Work request =>
Please write each record out again word for word.

Given data =>

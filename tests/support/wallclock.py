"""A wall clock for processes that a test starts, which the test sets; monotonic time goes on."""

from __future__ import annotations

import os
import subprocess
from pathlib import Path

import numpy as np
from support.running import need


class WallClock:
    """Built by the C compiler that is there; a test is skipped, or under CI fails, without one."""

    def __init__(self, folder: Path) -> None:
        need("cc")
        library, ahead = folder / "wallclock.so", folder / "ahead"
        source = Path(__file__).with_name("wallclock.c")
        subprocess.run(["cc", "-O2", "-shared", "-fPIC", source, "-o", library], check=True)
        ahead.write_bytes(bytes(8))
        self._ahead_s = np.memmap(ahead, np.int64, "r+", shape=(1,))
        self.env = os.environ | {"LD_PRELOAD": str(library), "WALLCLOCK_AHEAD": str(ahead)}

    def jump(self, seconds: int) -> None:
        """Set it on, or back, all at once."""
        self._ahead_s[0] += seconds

Solution below =>
filename tests/support/wallclock.py
"""A wall clock for processes that a test starts, which the test sets; monotonic time goes on."""

from __future__ import annotations

import os
import subprocess
from pathlib import Path

import numpy as np
from support.running import need


class WallClock:
    """Built by the C compiler that is there; a test is skipped, or under CI fails, without one."""

    def __init__(self, folder: Path) -> None:
        need("cc")
        library, ahead = folder / "wallclock.so", folder / "ahead"
        source = Path(__file__).with_name("wallclock.c")
        subprocess.run(["cc", "-O2", "-shared", "-fPIC", source, "-o", library], check=True)
        ahead.write_bytes(bytes(8))
        self._ahead_s = np.memmap(ahead, np.int64, "r+", shape=(1,))
        self.env = os.environ | {"LD_PRELOAD": str(library), "WALLCLOCK_AHEAD": str(ahead)}

    def jump(self, seconds: int) -> None:
        """Set it on, or back, all at once."""
        self._ahead_s[0] += seconds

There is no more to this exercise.